Quinoa w/ Sweet Potatoes, Peanut Butter, & Tamari

I didn't necessarily go into this expecting that I would make Peanut Butter Quinoa. I've been having quite the experimental assortment of food lately, though. I've made Curry w/ Multicolored Potatoes, Peanuts, & Sprouts, Cheesecake w/ Peanut Butter & Chocolate Ganache, and Curry w/ Bananas, Tomatoes, Tofu, & Vermicelli. Although I made the first curry recipe with the intention of using up all of my excess peanuts, it has got me kind of hooked on the nuts trend. I'm incredibly fond of peanuts. They're generally kind of thought of as a children's food, but who doesn't nostalgically think fondly back on peanut butter and jelly sandwiches? Or peanut butter and banana sandwiches??

Although I'm not out bananas and peanuts, I still have a bunch of sugar-free peanut butter. I've already made curry a couple of times. So, I decided to opt for quinoa instead this time. Peanut Butter Quinoa is a great combination. Quinoa has a slightly bitter, nutty taste to it, anyway. The addition of peanut butter plays up this flavor profile and pairs incredibly well. I also added sweet potatoes, onion, serranos, garlic, ginger, tamari, and rice vinegar.
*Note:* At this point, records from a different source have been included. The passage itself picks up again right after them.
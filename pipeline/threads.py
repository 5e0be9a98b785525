"""Work shared among the process's threads: compiled kernels release the GIL, so Python
threads run them side by side (the source sampling of a batch's blocks, the spectra of a
group's points). As many threads as numba has in the calling thread; one pool of that size
is kept for the process, so no call pays for starting threads. Each item's result is made
alone, so results do not depend on the number of threads."""

from __future__ import annotations

import concurrent.futures
import threading

import numba

_POOLS: dict[int, concurrent.futures.ThreadPoolExecutor] = {}
_LOCK = threading.Lock()


def count() -> int:
    """The threads work is shared among here: numba's, as set for the calling thread."""
    return numba.get_num_threads()


def each(work, items) -> list:
    """[work(item) for item in items], in `count()` threads when there are several items
    (in this thread otherwise); the first exception raised is raised here."""
    items = list(items)
    n_threads = min(count(), len(items))
    if n_threads <= 1:
        return [work(item) for item in items]
    with _LOCK:
        pool = _POOLS.get(n_threads)
        if pool is None:
            pool = _POOLS[n_threads] = concurrent.futures.ThreadPoolExecutor(
                n_threads, thread_name_prefix="lagfield")
    return list(pool.map(work, items))
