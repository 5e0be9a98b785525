"""Per particle and observer group, the source times to sample: the span whose light the
window sees (closed form on the ballistic extensions, a retarded-time solve inside the
track), the reach check, and the adaptive source samples, refined until no step exceeds
what the observer bins, the distance and the local κ allow (kernels/refine.py,
kernels/sampling.py).
"""

from __future__ import annotations

import numpy as np

from .errors import LagfieldError, ObserverError
from .kernels import motion as motion_kernels
from .kernels import refine
from .motion import Motion
from .retarded import span_times

SAMPLES_PER_BIN = 4.0  # source samples per observer bin, where the field varies fast
ANGLE_TOLERANCE = 0.02  # fraction of R/c or of √(2κ)/|β̇| one source step may span
SUBDIVISIONS_PER_INTERVAL = 4  # initial source samples between two track samples
REACH_DISTANCE_M = 1e-9  # a track this close to a point reaches it
MAX_REFINEMENTS = 200
UNIFORM_SPLIT_MAX = 64  # pieces an interval is split into evenly in one refinement
MAX_SAMPLES_PER_PARTICLE = 50_000_000


def source_span(motion: Motion, geometry, edge_lo, edge_hi, extend: str, arguments=None):
    """(span, seen): the source-time interval (t_lo, t_hi) whose light covers observer
    times [edge_lo, edge_hi] at every point (conservative: it may be wider), and per point
    the source times (seen_lo (P,), seen_hi (P,)) whose light reaches it in its window
    (compiled: a closed form on the ballistic extensions, the retarded-time solve where
    that root lies within the sampled track; see `retarded.span_times`, and for
    `arguments` `retarded.span_arguments`). geometry: the group's observers.Geometry."""
    lo, hi = span_times(motion, geometry, edge_lo, edge_hi, extend, arguments)
    return (float(lo.min()), float(hi.max())), (lo, hi)


def source_samples(motion: Motion, group, geometry, span, resolution_s: float, seen, *,
                   bin_s: float | None = None, per_bin=SAMPLES_PER_BIN, tolerance=ANGLE_TOLERANCE,
                   subdivisions=SUBDIVISIONS_PER_INTERVAL, uniform_split_max=UNIFORM_SPLIT_MAX,
                   max_samples=MAX_SAMPLES_PER_PARTICLE, max_refinements=MAX_REFINEMENTS,
                   reach_m=REACH_DISTANCE_M):
    """(t (N,), (pos, beta, inv_g2, beta_dot, ref_t, ref_r, disp)): source times, refined
    until no step exceeds what the observer bins, the distance and the local κ allow
    (kernels/refine.py), and the motion at them with its references (as
    `Motion.evaluate_referenced`), resolving observer times resolution_s (inf: none; see
    `engine.FieldSettings.sampling_resolution_s`) and bins of bin_s (default resolution_s;
    see `kernels.sampling`) at the points of `geometry` over span (t_lo, t_hi).
    `seen` (seen_lo (P,), seen_hi (P,)): the source times whose light each point sees in
    its window; only there does a point's distance limit the step and count for the reach
    check. Where the sampled track meets its extension the sample is doubled (zero
    acceleration on the extension side). LagfieldError when more than max_samples samples
    would be needed or the sampling does not settle in max_refinements levels;
    ObserverError when the track comes within reach_m of a point (near field)."""
    status, t, state, point, distance_m = refine.refine(
        *motion.record, np.ascontiguousarray(motion.track.t_s, dtype=float), float(span[0]),
        float(span[1]), int(subdivisions), np.ascontiguousarray(geometry.targets, dtype=float),
        np.ascontiguousarray(seen[0], dtype=float), np.ascontiguousarray(seen[1], dtype=float),
        bool(geometry.far), float(resolution_s),
        float(resolution_s if bin_s is None else bin_s), float(per_bin), float(tolerance),
        int(uniform_split_max), int(max_samples), int(max_refinements), float(reach_m))
    if status == refine.OK:
        return t, motion_kernels.state_columns(state)
    if status == refine.TOO_MANY_SAMPLES:
        raise LagfieldError(
            f"particle {motion.particle}, observer group '{group.name}': more than "
            f"{max_samples:.0e} source samples would be needed; shorten the time window or "
            "enlarge [time] step")
    if status == refine.NOT_SETTLED:
        raise LagfieldError(f"particle {motion.particle}: source sampling did not settle "
                            f"after {max_refinements} refinements")
    raise ObserverError(
        f"observer group '{group.name}', point {point} at {group.points_m[point].tolist()} m: "
        f"particle {motion.particle} reaches it during the time window (closest approach "
        f"{distance_m:.3g} m, extension included); the field there is singular. Move the "
        "point off the track")


def _insert_stops(t, state, where, source):
    """Copies of the samples `source` (same time, position, velocity and references; zero
    acceleration) inserted before the indices `where`."""
    inserted = tuple(np.insert(a, where, np.zeros_like(a[source]) if i == 3 else a[source],
                               axis=0) for i, a in enumerate(state))
    return np.insert(t, where, t[source]), inserted


def accelerated_part(span, seen, motion: Motion):
    """Far field: the part of `span` (and of each point's `seen` window) on the sampled
    track, or (None, None). The radiation term vanishes where β̇ = 0, so the ballistic
    extensions send no far field (their primitive n×(n×β)/κ is constant)."""
    t_lo, t_hi = max(span[0], motion.t_first), min(span[1], motion.t_last)
    if not t_lo < t_hi:
        return None, None
    return (t_lo, t_hi), (np.clip(seen[0], t_lo, t_hi), np.clip(seen[1], t_lo, t_hi))


def radiation_stops(t, state, motion: Motion):
    """Far field: where the samples start at the track's first sample (end at its last),
    a copy with β̇ = 0 goes before (after) it, so that the field drops to zero there rather
    than its end value being held to the window's edge (bins and spectra stay exact)."""
    head = t.size > 0 and t[0] == motion.t_first
    tail = t.size > 0 and t[-1] == motion.t_last
    if not (head or tail):
        return t, state
    where = ([0] if head else []) + ([t.size] if tail else [])
    source = ([0] if head else []) + ([t.size - 1] if tail else [])
    return _insert_stops(t, state, where, source)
The peanut butter in this case kind of takes the place of tahini. Although you can easily mix and match in your own produce here.

Gallery

Variations of Peanut Butter Quinoa

Peanut butter is essentially a substitute for tahini in the majority of my recipes. Although I'm no stranger to adding all sorts of nuts to quinoa. It has a slightly bitter, nutty flavor to begin with. So, adding peanut butter or walnuts to the dish plays up this flavor profile. It pairs incredibly well and is certainly one of the things that I recommend when making quinoa.
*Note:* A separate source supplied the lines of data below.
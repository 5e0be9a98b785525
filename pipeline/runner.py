"""`lagfield.run(path)`: the whole job of a run file — read and check the tracks, compute
the fields (and spectra), assemble SPEC's tables and hand them to the exporters."""

from __future__ import annotations

import os
import platform
import time
from pathlib import Path

import numpy as np
import pandas as pd

from . import __version__
from . import config as config_module
from .engine import FieldSettings, TrackEnds, compute_fields, group_windows
from .errors import ConfigError
from .observers import build_group
from .outputs import SAFETY_NOTE, check_target, sha256, write_results
from .registry import get_registry
from .signals import Signals
from .spectra import SpectrumSettings, frequency_list
from .tracks import open_tracks

FIELD_COLUMNS = ["Ex", "Ey", "Ez", "Bx", "By", "Bz"]


def fields_table(results) -> pd.DataFrame:
    """SPEC's fields table from the engine's GroupFields."""
    frames = []
    for result in results:
        for point in range(result.group.n_points):
            n = int(result.n_bins[point])
            values = np.concatenate([result.e_v_per_m[point, :n], result.b_t[point, :n]], axis=1)
            frame = pd.DataFrame(values, columns=FIELD_COLUMNS)
            frame.insert(0, "t", result.times(point))
            frame.insert(0, "point", np.int64(point))
            frame.insert(0, "observer", result.group.name)
            frames.append(frame)
    return pd.concat(frames, ignore_index=True)


def settings_from(config):
    """(FieldSettings, SpectrumSettings or None) of a RunConfig."""
    spectrum = None
    if config.spectrum is not None:
        s = config.spectrum
        spectrum = SpectrumSettings(frequency_list(s.start_hz, s.stop_hz, s.count, s.spacing),
                                    coherent=s.coherent, taper=s.taper)
    fields = FieldSettings(step_s=config.time.step_s, start_s=config.time.start_s,
                           stop_s=config.time.stop_s, align=config.time.align,
                           far_field=config.far_field, degree=config.motion.degree,
                           extend=config.motion.extend, smoothing_m=config.motion.smoothing_m,
                           max_frequency_hz=None if spectrum is None
                           else float(spectrum.frequencies_hz.max()))
    return fields, spectrum


def run(path, *, overwrite: bool = False, write: bool = True, workers: int | None = None,
        scheduler: str | None = None, progress=None, registry=None) -> Signals:
    """Run the job described by the run file at `path`; returns the tables as a Signals
    (pandas DataFrames) and, when `write`, writes them to [output] dir through the
    exporters. `progress(n)` is called as particles complete."""
    started = time.perf_counter()
    timings = {}
    config = config_module.load(path)
    registry = registry or get_registry()
    exporters = [registry.exporter(name) for name in config.output.formats] if write else []
    if write:
        check_target(config.output.dir, overwrite)
    groups = [build_group(observer) for observer in config.observers]
    options = dict(format=config.tracks.format, columns=config.tracks.columns,
                   units=config.tracks.units, charge=config.tracks.charge_c,
                   min_samples=config.motion.degree + 1, u_tolerance=config.tracks.u_tolerance,
                   registry=registry)
    collected = TrackEnds()  # gathered during the validation pass: no pass of its own
    tracks = open_tracks(config.tracks.path, visit=collected.add, **options)
    ends, particle_ids = collected.ends(), collected.ids()
    timings["read_s"] = time.perf_counter() - started
    settings, spectrum = settings_from(config)
    windows = group_windows(groups, ends, settings)
    workers = workers if workers is not None else config.compute.workers
    scheduler = scheduler if scheduler is not None else config.compute.scheduler
    if workers is not None and scheduler is not None:
        raise ConfigError("give either workers or a scheduler address, not both")
    t0 = time.perf_counter()
    if workers is None and scheduler is None:
        results = compute_fields(tracks, groups, settings, spectrum=spectrum,
                                 windows=windows, progress=progress)
    else:
        from .distributed import compute_distributed, connect

        read_options = {k: v for k, v in options.items() if k != "registry"}
        with connect(workers, scheduler) as client:
            results = compute_distributed(client, config.tracks.path, read_options,
                                          particle_ids, groups, settings, spectrum=spectrum,
                                          windows=windows, chunk=config.compute.chunk,
                                          progress=progress)
    timings["compute_s"] = time.perf_counter() - t0
    observers = pd.concat([group.table() for group in groups], ignore_index=True)
    spectra = None
    if spectrum is not None:
        spectra = pd.concat([r.spectra.table() for r in results], ignore_index=True)
    signals = Signals(observers=observers, fields=fields_table(results), spectra=spectra)
    warnings = [f"plugin '{b.name}' ({b.distribution}) could not be loaded: {b.error}"
                for b in registry.broken]
    timings["total_s"] = time.perf_counter() - started
    signals.summary = {
        "program": "lagfield", "version": __version__,
        "python": platform.python_version(),
        "run_file": str(Path(path)), "run": config.raw,
        "inputs": {str(config.tracks.path): {"sha256": sha256(config.tracks.path)},
                   str(Path(path)): {"sha256": sha256(Path(path))}},
        "particles": len(tracks), "observer_groups": [g.name for g in groups],
        "warnings": warnings, "timings": timings,
        "environment": {k: v for k, v in os.environ.items() if k.startswith("LAGFIELD_")},
        "note": SAFETY_NOTE,
        "output_dir": str(config.output.dir) if write else None,
    }
    signals.summary["files"] = []
    if write:
        signals.summary["files"] = write_results(signals, config.output.dir, exporters,
                                                 config.plugins, overwrite=overwrite)
    return signals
Quinoa w/ Sweet Potatoes, Peanut Butter, & Tamari

Quinoa w/ Sweet Potatoes, Peanut Butter, & Tamari

This Peanut Butter Quinoa consists of sweet potatoes, onions, serranos, garlic, ginger, peanut butter, tamari, rice vinegar, and quinoa.
Prep Time 15 minutes
Cook Time 45 minutes
Total Time 1 hour
Course Salad, Side Dish
Cuisine Asian, Japanese
Servings 2 cups

Equipment

  • Rice Cooker

Ingredients
  

  • 1 sweet potato diced
  • 1/4 yellow onion diced
  • 1 serrano minced
  • 2 cloves garlic minced
  • 1 tbsp. ginger minced
  • 1/4 c. peanut butter (or tahini)
  • 1/4 c. tamari (or soy sauce)
  • 1/4 c. rice vinegar
  • 1 c. quinoa
  • 3 c. water

Instructions
 

  • Add all of the ingredients into a rice cooker. I like to start with the larger vegetables and then add the smaller ingredients. Top with the spices and vinegar. And then add the quinoa and water.
    This cooks the larger vegetables on the bottom, while dispersing the flavor profiles in the middle. Although with some mixing, this really doesn't matter all that much. Everything will eventually cook together!
  • Press the cook button on the rice cooker. It should take about 45 minutes to cook.
  • When the quinoa is fully cooked, let sit for 10 minutes, and then fluff with a wooden spoon and serve.
    Do not use a fork or other metal utensil. It will scratch off the nonstick surface on the rice cooker. This will leach teflon into your food and cause future dishes to stick to the bottom.

Tips, Tricks, & Notes

  • While quinoa is not rice, it does cook the same and oftentimes better than rice in a rice cooker. It typically takes 30-45 minutes. Alternatively you can simmer on the stove. Add all of the ingredients to a pot, bring uncovered to a boil, lower heat to a simmer, and cook for about 15 minutes, or until the sweet potatoes and quinoa are tender. Turn off heat, add lid, and let sit another 5-10 minutes.
  • You can also easily substitute other vegetables or types of quinoa. For this recipe I used whatever I had ripening in my garden with royal quinoa. Royal quinoa is primarily cultivated in Bolivia and tends to have larger grains and a fluffier texture. I tend not to notice much of a difference between typical white quinoa and royal quinoa. But it’s always fun to explore! Red quinoa has a more prominent and nuttier flavor and tri-colored is largely the in-between variety.
  • Any quinoa, or even other grain or legume, like lentils or rice, would substitute in this recipe without changing the ratio.